- [Task instructions]
Down to the last line, set the entries down again exactly.

- [Input]
::::

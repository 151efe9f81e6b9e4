// What `plan` expects of a mixture before any build: each source's train tokens estimated from its
// input bytes and the bytes per token of a sample of its files, and the factor (epochs) the shares
// would then need. An estimate: the stages (filter, dedup, …) have not run on the sample.
import { stat } from "node:fs/promises";
import { SiftpackError } from "../errors.js";
import { join } from "node:path";
import { readSourceFile, RecordMapper } from "../sources/source.js";
import { outputSettings } from "../stages/output-settings.js";
import { loadEncoding, TokenBuffer } from "../tokenizer/index.js";
import { CompiledTemplate } from "../chat/template.js";
import type { CheckedPipeline } from "../pipeline/preflight.js";
import type { Encoder } from "../tokenizer/encoder.js";
import { askedTokens, EPOCH_WARNING, epochWarning, overMessage, REPEAT_FINDING } from "./mixture.js";

/** Records sampled per source at least (whole files are read until there are this many): our choice, small enough for `plan` to stay quick; not a measured bound on the estimate's error. */
export const SAMPLE_RECORDS = 200;

export interface SourceEstimate {
  source: string;
  files: number;
  input_bytes: number;
  sample: { files: number; records: number; bytes: number; tokens: number };
  /** Input bytes (as stored, compressed or not) per token of the sampled files. */
  bytes_per_token: number;
  /** Tokens of the whole source, and of its train share after the split's holdout fractions. */
  tokens: number;
  train_tokens: number;
  share: number;
  tokens_asked: number;
  /** Expected factor: tokens asked / train tokens (the epochs). */
  epochs: number;
}

export interface MixtureEstimate {
  tokenizer: string;
  train_fraction: number;
  train_tokens: number;
  budget_from: "asked" | "largest without repetition";
  sources: SourceEstimate[];
  /** Above EPOCH_WARNING epochs, or a budget above max_epochs, or a share without tokens. */
  warnings: string[];
}

export async function estimateMixture(p: CheckedPipeline): Promise<MixtureEstimate | undefined> {
  const m = p.config.mixture;
  if (!m) return undefined;
  const out = outputSettings(p.config.stages, p.baseDir);
  const tok = p.config.stages.find((s) => s.name === "tokenize");
  // A tokenizer trained by the build does not exist yet: gpt2 stands in, and the estimate says so.
  const trained = tok?.options?.train !== undefined;
  const encoder: Encoder = trained ? loadEncoding("gpt2") : out.encoder();
  const extra = (out.eos ? 1 : 0) + (out.bos ? 1 : 0);
  // A conversation is counted as rendered, its template's markers included.
  const template = tok?.options?.template ? new CompiledTemplate(tok.options.template) : undefined;
  const buf = new TokenBuffer();
  const split = p.config.stages.find((s) => s.name === "split");
  const holdout = split ? Object.values((split.options?.holdout ?? {}) as Record<string, number>).reduce((a, x) => a + x, 0) : 0;
  const trainFraction = Math.max(0, 1 - holdout);
  const sources: Omit<SourceEstimate, "share" | "tokens_asked" | "epochs">[] = [];
  const skipped: string[] = [];
  for (const source of p.config.sources) {
    const files = p.inputs[source.name] ?? [];
    const sizes = new Map<string, number>();
    for (const f of files) sizes.set(f, (await stat(join(p.baseDir, f))).size);
    const inputBytes = [...sizes.values()].reduce((a, x) => a + x, 0);
    const sample = { files: 0, records: 0, bytes: 0, tokens: 0 };
    // Whole files, so that their bytes (compressed or not) and their tokens belong together; the
    // smallest first (ties in build order), so that a corpus of a few huge files is not read whole by `plan`.
    const order = [...files].sort((a, b) => sizes.get(a)! - sizes.get(b)!);
    for (const f of order) {
      if (sample.records >= SAMPLE_RECORDS) break;
      const mapper = new RecordMapper(source);
      let records = 0;
      let tokens = 0;
      try {
        for await (const e of readSourceFile(source, p.baseDir, f, mapper)) {
          if (e.kind !== "record") continue;
          records++;
          tokens += e.turns && template && !trained ? template.encode(encoder, e, out.bos, out.eos, buf).tokens.length : encoder.encode(e.text).length + extra;
        }
      } catch (err) {
        // A file a run would fail on is the run's to report; the estimate goes on without it.
        if (!(err instanceof SiftpackError)) throw err;
        skipped.push(`the mixture estimate left out ${f}: ${err.message}`);
        continue;
      }
      sample.records += records;
      sample.tokens += tokens;
      sample.files++;
      sample.bytes += sizes.get(f)!;
    }
    const bpt = sample.tokens === 0 ? 0 : sample.bytes / sample.tokens;
    const tokens = bpt === 0 ? 0 : Math.round(inputBytes / bpt);
    sources.push({ source: source.name, files: files.length, input_bytes: inputBytes, sample, bytes_per_token: bpt, tokens, train_tokens: Math.round(tokens * trainFraction) });
  }
  const a = askedTokens(m, sources.map((s) => s.source), new Map(sources.map((s) => [s.source, s.train_tokens])));
  const warnings = [...skipped, ...a.problems];
  const over = a.sources.filter((s) => s.factor > m.max_epochs);
  if (over.length) warnings.push(`by this estimate, ${overMessage(m, a.budget, over)}`);
  for (const s of a.sources) if (s.factor > EPOCH_WARNING && s.factor <= m.max_epochs) warnings.push(`by this estimate, ${epochWarning(s.source, s.factor, "would be seen")}, more than ${EPOCH_WARNING}: ${REPEAT_FINDING}`);
  return {
    tokenizer: trained ? "gpt2 (standing in for the tokenizer the build trains)" : encoder.name,
    train_fraction: trainFraction,
    train_tokens: Math.round(a.budget),
    budget_from: m.train_tokens !== undefined ? "asked" : "largest without repetition",
    sources: sources.map((s, i) => ({ ...s, share: a.sources[i].share, tokens_asked: Math.round(a.sources[i].tokens_asked), epochs: a.sources[i].factor })),
    warnings,
  };
}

::::

- [Response to the exercise]
repository 151efe9f81e6b9e4
// What `plan` expects of a mixture before any build: each source's train tokens estimated from its
// input bytes and the bytes per token of a sample of its files, and the factor (epochs) the shares
// would then need. An estimate: the stages (filter, dedup, …) have not run on the sample.
import { stat } from "node:fs/promises";
import { SiftpackError } from "../errors.js";
import { join } from "node:path";
import { readSourceFile, RecordMapper } from "../sources/source.js";
import { outputSettings } from "../stages/output-settings.js";
import { loadEncoding, TokenBuffer } from "../tokenizer/index.js";
import { CompiledTemplate } from "../chat/template.js";
import type { CheckedPipeline } from "../pipeline/preflight.js";
import type { Encoder } from "../tokenizer/encoder.js";
import { askedTokens, EPOCH_WARNING, epochWarning, overMessage, REPEAT_FINDING } from "./mixture.js";

/** Records sampled per source at least (whole files are read until there are this many): our choice, small enough for `plan` to stay quick; not a measured bound on the estimate's error. */
export const SAMPLE_RECORDS = 200;

export interface SourceEstimate {
  source: string;
  files: number;
  input_bytes: number;
  sample: { files: number; records: number; bytes: number; tokens: number };
  /** Input bytes (as stored, compressed or not) per token of the sampled files. */
  bytes_per_token: number;
  /** Tokens of the whole source, and of its train share after the split's holdout fractions. */
  tokens: number;
  train_tokens: number;
  share: number;
  tokens_asked: number;
  /** Expected factor: tokens asked / train tokens (the epochs). */
  epochs: number;
}

export interface MixtureEstimate {
  tokenizer: string;
  train_fraction: number;
  train_tokens: number;
  budget_from: "asked" | "largest without repetition";
  sources: SourceEstimate[];
  /** Above EPOCH_WARNING epochs, or a budget above max_epochs, or a share without tokens. */
  warnings: string[];
}

export async function estimateMixture(p: CheckedPipeline): Promise<MixtureEstimate | undefined> {
  const m = p.config.mixture;
  if (!m) return undefined;
  const out = outputSettings(p.config.stages, p.baseDir);
  const tok = p.config.stages.find((s) => s.name === "tokenize");
  // A tokenizer trained by the build does not exist yet: gpt2 stands in, and the estimate says so.
  const trained = tok?.options?.train !== undefined;
  const encoder: Encoder = trained ? loadEncoding("gpt2") : out.encoder();
  const extra = (out.eos ? 1 : 0) + (out.bos ? 1 : 0);
  // A conversation is counted as rendered, its template's markers included.
  const template = tok?.options?.template ? new CompiledTemplate(tok.options.template) : undefined;
  const buf = new TokenBuffer();
  const split = p.config.stages.find((s) => s.name === "split");
  const holdout = split ? Object.values((split.options?.holdout ?? {}) as Record<string, number>).reduce((a, x) => a + x, 0) : 0;
  const trainFraction = Math.max(0, 1 - holdout);
  const sources: Omit<SourceEstimate, "share" | "tokens_asked" | "epochs">[] = [];
  const skipped: string[] = [];
  for (const source of p.config.sources) {
    const files = p.inputs[source.name] ?? [];
    const sizes = new Map<string, number>();
    for (const f of files) sizes.set(f, (await stat(join(p.baseDir, f))).size);
    const inputBytes = [...sizes.values()].reduce((a, x) => a + x, 0);
    const sample = { files: 0, records: 0, bytes: 0, tokens: 0 };
    // Whole files, so that their bytes (compressed or not) and their tokens belong together; the
    // smallest first (ties in build order), so that a corpus of a few huge files is not read whole by `plan`.
    const order = [...files].sort((a, b) => sizes.get(a)! - sizes.get(b)!);
    for (const f of order) {
      if (sample.records >= SAMPLE_RECORDS) break;
      const mapper = new RecordMapper(source);
      let records = 0;
      let tokens = 0;
      try {
        for await (const e of readSourceFile(source, p.baseDir, f, mapper)) {
          if (e.kind !== "record") continue;
          records++;
          tokens += e.turns && template && !trained ? template.encode(encoder, e, out.bos, out.eos, buf).tokens.length : encoder.encode(e.text).length + extra;
        }
      } catch (err) {
        // A file a run would fail on is the run's to report; the estimate goes on without it.
        if (!(err instanceof SiftpackError)) throw err;
        skipped.push(`the mixture estimate left out ${f}: ${err.message}`);
        continue;
      }
      sample.records += records;
      sample.tokens += tokens;
      sample.files++;
      sample.bytes += sizes.get(f)!;
    }
    const bpt = sample.tokens === 0 ? 0 : sample.bytes / sample.tokens;
    const tokens = bpt === 0 ? 0 : Math.round(inputBytes / bpt);
    sources.push({ source: source.name, files: files.length, input_bytes: inputBytes, sample, bytes_per_token: bpt, tokens, train_tokens: Math.round(tokens * trainFraction) });
  }
  const a = askedTokens(m, sources.map((s) => s.source), new Map(sources.map((s) => [s.source, s.train_tokens])));
  const warnings = [...skipped, ...a.problems];
  const over = a.sources.filter((s) => s.factor > m.max_epochs);
  if (over.length) warnings.push(`by this estimate, ${overMessage(m, a.budget, over)}`);
  for (const s of a.sources) if (s.factor > EPOCH_WARNING && s.factor <= m.max_epochs) warnings.push(`by this estimate, ${epochWarning(s.source, s.factor, "would be seen")}, more than ${EPOCH_WARNING}: ${REPEAT_FINDING}`);
  return {
    tokenizer: trained ? "gpt2 (standing in for the tokenizer the build trains)" : encoder.name,
    train_fraction: trainFraction,
    train_tokens: Math.round(a.budget),
    budget_from: m.train_tokens !== undefined ? "asked" : "largest without repetition",
    sources: sources.map((s, i) => ({ ...s, share: a.sources[i].share, tokens_asked: Math.round(a.sources[i].tokens_asked), epochs: a.sources[i].factor })),
    warnings,
  };
}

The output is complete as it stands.